25 thoughts on “Toyota pits all of its engineering prowess against Tesla

  1. Given that several manufacturers (Toyota, BMW) seem to make their electric vehicles intentionally ugly, I wonder if they prefer to sell their traditional cars for as long as possible.

    Porsche is an exception, the Taycan looks decent.

    • My brother-in-law had one of the first Taycans delivered in the UK. He had no end of trouble with it, to the point they replaced it free of charge with the next model year when it arrived. Mostly software issues like the car becoming impossible to lock. This article explains why the legacy are so hopelessly outclassed they don’t even realize how out of their depth they are (and falling further behind, not catching up):

      https://mondaynote.com/code-on-wheels-a4715926b2a2

    • FM: I’m not surprised by the software problems:

      https://presse.porsche.de/prod/presse_pag/PressResources.nsf/Content?ReadForm&languageversionid=833328

      In collaboration with the Berlin-based start-up XAIN, Porsche is currently testing blockchain applications directly in vehicles.
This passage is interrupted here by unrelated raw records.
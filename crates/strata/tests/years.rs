//! Whole-number years read as years (`1960`, never `1,960`) on the axes, in
//! the automatic description and in the data table, as calendars and
//! newspapers write them (Unicode LDML's `y` field is never grouped, TR35
//! Part 4 "Date Field Symbol Table"); a number that is not a year keeps its
//! grouping.

use strata::{render, RenderOptions};

fn draw(spec: &str) -> strata::Rendered {
    render(spec, None, &RenderOptions::default()).unwrap()
}

fn spec(name: &str, other: &str) -> String {
    format!(
        r#"{{ "data": {{ "rows": [ {{"{name}": 1960, "{other}": 1500}}, {{"{name}": 1990, "{other}": 2500}}, {{"{name}": 2020, "{other}": 4000}} ] }},
           "layers": [ {{ "draw": "line", "x": "{name}", "y": "{other}" }} ] }}"#
    )
}

#[test]
fn years_are_not_grouped() {
    for name in ["year", "Yr", "birth_year", "DECADE"] {
        let r = draw(&spec(name, "visitors"));
        for text in [&r.svg, &r.table] {
            assert!(!text.contains("1,960") && !text.contains("2,020"), "{name}: grouped year in\n{text}");
            assert!(text.contains(">1960<") || text.contains(">2020<"), "{name}: no year label in\n{text}");
        }
        let desc = r.svg.split("<desc").nth(1).unwrap();
        assert!(desc.contains("1960 to 2020"), "{name}: {desc}");
        // The values beside the years are not years: they keep their separator.
        assert!(desc.contains("1,500") && r.table.contains("2,500"), "{name}: {desc}");
    }
}

#[test]
fn only_year_names_and_year_values_count() {
    // Named like a year but not whole 4-digit numbers, or 4-digit whole numbers under another name.
    let r = draw(&spec("population", "yearly"));
    assert!(r.table.contains("1,960") && r.table.contains("2,500"), "{}", r.table);
    let r = draw(r#"{ "data": { "rows": [ {"year": 1960.5, "v": 1}, {"year": 2020, "v": 2} ] }, "layers": [ { "draw": "point", "x": "year", "y": "v" } ] }"#);
    assert!(r.table.contains("1,960.5"), "{}", r.table);
}

#[test]
fn a_format_the_spec_sets_still_wins() {
    let r = draw(
        r##"{ "data": { "rows": [ {"year": 1960, "v": 1}, {"year": 2020, "v": 2} ] }, "layers": [ { "draw": "point", "x": "year", "y": "v" } ],
                     "scales": { "x": { "format": "#,##0" } } }"##,
    );
    assert!(r.svg.contains(">2,000<"), "{}", r.svg);
}

/// `{"column": "year", "as": "date"}` is not ignored: whole years become
/// 1 January of the year on a time axis; other numbers are a located error.
#[test]
fn years_as_dates() {
    let r = draw(
        r#"{ "data": { "rows": [ {"year": 1960, "v": 1}, {"year": 2020, "v": 2} ] }, "layers": [ { "draw": "line", "x": {"column": "year", "as": "date"}, "y": "v" } ] }"#,
    );
    assert!(r.svg.contains(">1960<") && !r.svg.contains("1,960"), "{}", r.svg);
    assert!(r.table.contains("1960-01-01"), "{}", r.table);
    let spec = r#"{ "data": { "rows": [ {"year": 1960.5, "v": 1}, {"year": 2020, "v": 2} ] }, "layers": [ { "draw": "line", "x": {"column": "year", "as": "date"}, "y": "v" } ] }"#;
    let Err(e) = render(spec, None, &RenderOptions::default()) else { panic!("a number that is not a year cannot be a date") };
    let text = format!("{e:?}");
    assert!(text.contains("spec.not_a_date") && text.contains("layers[0].x.as"), "{text}");
}
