/// CLDR data for one locale (see `locales.rs`, generated from babel).
#[derive(Debug, Clone, Copy, PartialEq, Eq)]
pub struct Locale {
    pub code: &'static str,
    pub decimal: &'static str,
    pub group: &'static str,
    pub minus: &'static str,
    pub percent: &'static str,
    pub permille: &'static str,
    /// Symbol that `¤` stands for: the locale's usual currency.
    pub currency: &'static str,
    pub months_wide: [&'static str; 12],
    pub months_short: [&'static str; 12],
    pub months_wide_alone: [&'static str; 12],
    pub months_short_alone: [&'static str; 12],
    /// Monday first.
    pub days_wide: [&'static str; 7],
    pub days_short: [&'static str; 7],
    pub quarters_short: [&'static str; 4],
    pub am_pm: [&'static str; 2],
    /// Short compact patterns by power of ten (CLDR `decimalFormats-numberSystem-latn/short`, plural "other").
    pub compact: &'static [(u32, &'static str)],
    /// The locale's pattern for a day and an abbreviated month (CLDR skeleton `MMMd`).
    pub day_month: &'static str,
    /// CLDR `minimumGroupingDigits`: the integer part is grouped only when it
    /// has at least this many digits beyond the first group (es: 2, so `1234`
    /// but `12.345`).
    pub min_grouping: usize,
}

/// Locale data for a BCP 47 tag; the language subtag decides (`de-AT` is
/// `de`). Unknown languages fall back to `en`.
pub fn locale(tag: &str) -> &'static Locale {
    let lang = tag.split(['-', '_']).next().unwrap_or("").to_ascii_lowercase();
    locales::LOCALES.iter().find(|l| l.code == lang).unwrap_or(&locales::LOCALES[0])
}

/// Is this locale tag one Strata has data for?
pub fn is_known_locale(tag: &str) -> bool {
    let lang = tag.split(['-', '_']).next().unwrap_or("").to_ascii_lowercase();
    locales::LOCALES.iter().any(|l| l.code == lang)
}

pub fn english() -> &'static Locale {
    &locales::LOCALES[0]
}

// ---------------------------------------------------------------- decimals

/// A non-negative decimal: `digits` with the point after `point` of them
/// (`point` may be negative or beyond the digits).
#[derive(Debug, Clone, PartialEq)]
struct Dec {
    digits: Vec<u8>,
    point: i32,
}

impl Dec {
    /// The shortest decimal that reads back as |v| (what Python's `str` gives).
    fn from_f64(v: f64) -> Dec {
        let (digits, point) = float::shortest(v);
        Dec { digits, point }
    }

    fn is_zero(&self) -> bool {
        self.digits.iter().all(|d| *d == 0)
    }

    fn trim(&mut self) {
        while self.digits.last() == Some(&0) {
            self.digits.pop();
        }
        while self.digits.first() == Some(&0) {
            self.digits.remove(0);
            self.point -= 1;
        }
        if self.digits.is_empty() {
            self.point = 0;
        }
    }

    /// Multiply by 10^k (exact).
    fn shift(&mut self, k: i32) {
        if !self.digits.is_empty() {
            self.point += k;
        }
    }

    /// Round half-even to `frac` decimals.
    fn round(&mut self, frac: i32) {
        let keep = self.point + frac;
        if keep < 0 {
            self.digits.clear();
            self.point = 0;
            return;
        }
        let keep = keep as usize;
        if keep >= self.digits.len() {
            return;
        }
        let first = self.digits[keep];
        let rest_nonzero = self.digits[keep + 1..].iter().any(|d| *d != 0);
        let prev_odd = keep > 0 && self.digits[keep - 1] % 2 == 1;
        let up = first > 5 || (first == 5 && (rest_nonzero || prev_odd));
        self.digits.truncate(keep);
        if up {
            let mut i = keep;
            loop {
                if i == 0 {
                    self.digits.insert(0, 1);
                    self.point += 1;
                    break;
                }
                i -= 1;
                if self.digits[i] == 9 {
                    self.digits[i] = 0;
                } else {
                    self.digits[i] += 1;
                    break;
                }
            }
        }
        self.trim();
    }

    /// Integer digits (at least one, "0") and all fraction digits.
    fn split(&self) -> (String, String) {
        let mut int = String::new();
        let mut frac = String::new();
        if self.point > 0 {
            for i in 0..self.point as usize {
                int.push((b'0' + self.digits.get(i).copied().unwrap_or(0)) as char);
            }
        }
        if self.point < 0 {
            for _ in 0..(-self.point) {
                frac.push('0');
            }
        }
        let start = self.point.max(0) as usize;
        for d in self.digits.iter().skip(start) {
            frac.push((b'0' + d) as char);
        }
        (int, frac)
    }
}

// ---------------------------------------------------------------- number patterns

#[derive(Debug, Clone, PartialEq)]
enum Affix {
    Text(String),
    Percent,
    Permille,
    Currency,
    Minus,
}
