/// Whole specs with expressions (issue 16): random `derive` and `where`
/// over the awkward table, well-typed, grammatical, mutated, and operator
/// chains of random length on both sides of the depth bound, drawn by a
/// layer that uses the derived columns; through the whole pipeline. A render
/// either draws well-formed SVG or fails with located errors.
#[test]
fn whole_specs_with_expressions_never_panic() {
    let mut r = Rng(0x5ec_0e55);
    let (mut drew, mut refused) = (0, 0);
    for n in 0..cases() / 3 {
        let mut derive = serde_json::Map::new();
        for k in 0..1 + r.below(3) {
            let text = match r.below(5) {
                0 => {
                    let kind = ['n', 'b', 't'][r.below(3)];
                    typed(&mut r, kind, 0)
                }
                1 => grammar(&mut r, 1),
                2 => {
                    // A flat chain: 1 to 400 operators (the bound is 128 levels).
                    let op = r.pick(&["+", "-", "*", "/", "||", "AND", "OR", "=", "<"]);
                    let len = 1 + r.below(400);
                    let leaf = r.pick(&["i", "x", "s", "b", "1", "'a'", "c0"]);
                    vec![leaf; len + 1].join(&format!(" {op} "))
                }
                3 => format!("{}{}{}", "(".repeat(r.below(80)), typed(&mut r, 'n', 2), ")".repeat(r.below(80))),
                _ => (0..1 + r.below(12)).map(|_| r.pick(TOKENS)).collect::<Vec<_>>().join(" "),
            };
            derive.insert(format!("c{k}"), Value::String(text));
        }
        let where_ = match r.below(3) {
            0 => Some(typed(&mut r, 'b', 1)),
            1 => Some(format!("i IS NULL{}", " OR x > 0".repeat(r.below(200)))),
            _ => None,
        };
        let y = r.pick(&["c0", "x", "i"]);
        let layer = match r.below(4) {
            0 => serde_json::json!({"draw": "point", "x": "i", "y": y, "color": "c0"}),
            1 => serde_json::json!({"draw": "bar", "x": "c0", "y": "x"}),
            2 => serde_json::json!({"draw": "line", "x": "d", "y": y, "tooltip": ["c0", "s"]}),
            _ => serde_json::json!({"draw": "label", "x": "i", "y": "x", "text": "c0"}),
        };
        let mut spec = serde_json::json!({"derive": derive, "layers": [layer]});
        if let Some(w) = where_ {
            spec["where"] = Value::String(w);
        }
        if r.below(4) == 0 {
            let base = [2.0, 1e6, 1e50, 0.5, 1.01][r.below(5)];
            spec["scales"] = serde_json::json!({"x": {"kind": "log", "base": base}});
        }
        let text = spec.to_string();
        match strata::render(&text, Some(strata::DataBytes { bytes: TABLE.as_bytes(), name: "t.csv" }), &Default::default()) {
            Ok(out) => {
                assert!(out.svg.starts_with("<svg"), "case {n}: {text}");
                assert!(!out.svg.chars().any(|c| (c as u32) < 0x20 && !matches!(c, '\t' | '\n' | '\r')), "case {n}");
                drew += 1;
            }
            Err(e) => {
                for d in &e.0 {
                    assert!(!d.at.path.is_empty() || d.at.line.is_some(), "case {n}: unlocated {d}: {text}");
                    assert!(d.to_string().len() < 10_000, "case {n}: a long message");
                }
                refused += 1;
            }
        }
    }
    assert!(drew > 0 && refused > 0, "drew {drew}, refused {refused}");
}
      The applications tested include locking and unlocking the vehicle via an app, temporary access authorisations and new business models based on encrypted data logging.

      I doubt that the buzzwords have been rolled out yet, but it shows the state of software development. German car manufacturers should stick to classic drivers’ cars.

      I’d probably buy a vintage Porsche without all this nonsense.

    • FM: Regarding https://mondaynote.com/code-on-wheels-a4715926b2a2 , I think Europeans do not care very much about these electronic gadgets in general. I’ve never seen a Tesla in the streets here.

      So for exporting to the U.S., perhaps they’d have to catch up. The EU market should be fine.

      Also, data mining and spying on customers is way more restricted in the EU, so the “OS and app ecosystem” is less profitable.

    • Well, Tesla “moves fast and breaks things”, in best software tradition:

      https://www.blackhat.com/docs/us-17/thursday/us-17-Nie-Free-Fall-Hacking-Tesla-From-Wireless-To-CAN-Bus-wp.pdf

      At that time, Tesla Guest came into our sight, this is a Wi-Fi hotspot provided by Tesla body shop and superchargers. The information of this SSID is saved in many customers’ cars in order to auto connecting in the future. If we fake this Wi-Fi hotspot and redirect the traffic of QtCarBrowser to our own domain, remotely hacking Tesla cars can be feasible.

      Via the Wi-FI exploit entry they can finally control the CAN bus (which appears to be made in Germany by Bosch, but probably wasn’t designed to be connected to any hostile network …).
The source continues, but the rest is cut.